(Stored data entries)
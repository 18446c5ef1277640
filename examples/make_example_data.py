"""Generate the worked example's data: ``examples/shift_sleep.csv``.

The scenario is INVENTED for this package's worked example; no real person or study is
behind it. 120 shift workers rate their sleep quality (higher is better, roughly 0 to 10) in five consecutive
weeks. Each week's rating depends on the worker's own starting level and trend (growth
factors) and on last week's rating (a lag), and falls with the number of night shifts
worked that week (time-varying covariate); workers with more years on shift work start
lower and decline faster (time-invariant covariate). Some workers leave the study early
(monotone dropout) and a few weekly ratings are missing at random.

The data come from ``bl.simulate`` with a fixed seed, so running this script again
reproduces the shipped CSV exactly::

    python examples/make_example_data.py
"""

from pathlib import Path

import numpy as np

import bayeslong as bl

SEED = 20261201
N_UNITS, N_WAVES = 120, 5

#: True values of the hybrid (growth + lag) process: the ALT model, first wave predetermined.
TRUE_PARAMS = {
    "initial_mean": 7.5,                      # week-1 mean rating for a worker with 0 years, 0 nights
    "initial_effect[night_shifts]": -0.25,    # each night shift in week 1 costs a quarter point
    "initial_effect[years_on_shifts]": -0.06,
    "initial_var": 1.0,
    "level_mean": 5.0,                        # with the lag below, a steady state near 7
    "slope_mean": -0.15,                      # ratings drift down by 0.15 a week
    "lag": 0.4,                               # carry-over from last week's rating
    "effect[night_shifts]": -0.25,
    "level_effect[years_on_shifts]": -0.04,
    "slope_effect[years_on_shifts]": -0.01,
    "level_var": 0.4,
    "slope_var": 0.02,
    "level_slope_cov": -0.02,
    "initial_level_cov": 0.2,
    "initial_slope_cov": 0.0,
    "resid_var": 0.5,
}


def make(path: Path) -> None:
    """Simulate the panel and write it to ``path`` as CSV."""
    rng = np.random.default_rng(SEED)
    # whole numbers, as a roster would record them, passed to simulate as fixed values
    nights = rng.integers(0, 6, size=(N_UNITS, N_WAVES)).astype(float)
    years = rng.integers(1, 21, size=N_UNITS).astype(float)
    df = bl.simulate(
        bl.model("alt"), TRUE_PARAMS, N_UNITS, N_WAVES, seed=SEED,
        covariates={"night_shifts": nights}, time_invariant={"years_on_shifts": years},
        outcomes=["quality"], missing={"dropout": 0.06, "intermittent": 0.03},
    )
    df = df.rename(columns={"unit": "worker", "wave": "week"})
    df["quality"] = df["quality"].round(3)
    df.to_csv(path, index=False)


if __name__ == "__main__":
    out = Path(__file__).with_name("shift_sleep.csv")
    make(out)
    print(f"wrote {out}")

* **THE PROBLEM**
Return all lines from the data above with "fixed" in them.

* **TASK SOLUTION**
The data come from ``bl.simulate`` with a fixed seed, so running this script again
    # whole numbers, as a roster would record them, passed to simulate as fixed values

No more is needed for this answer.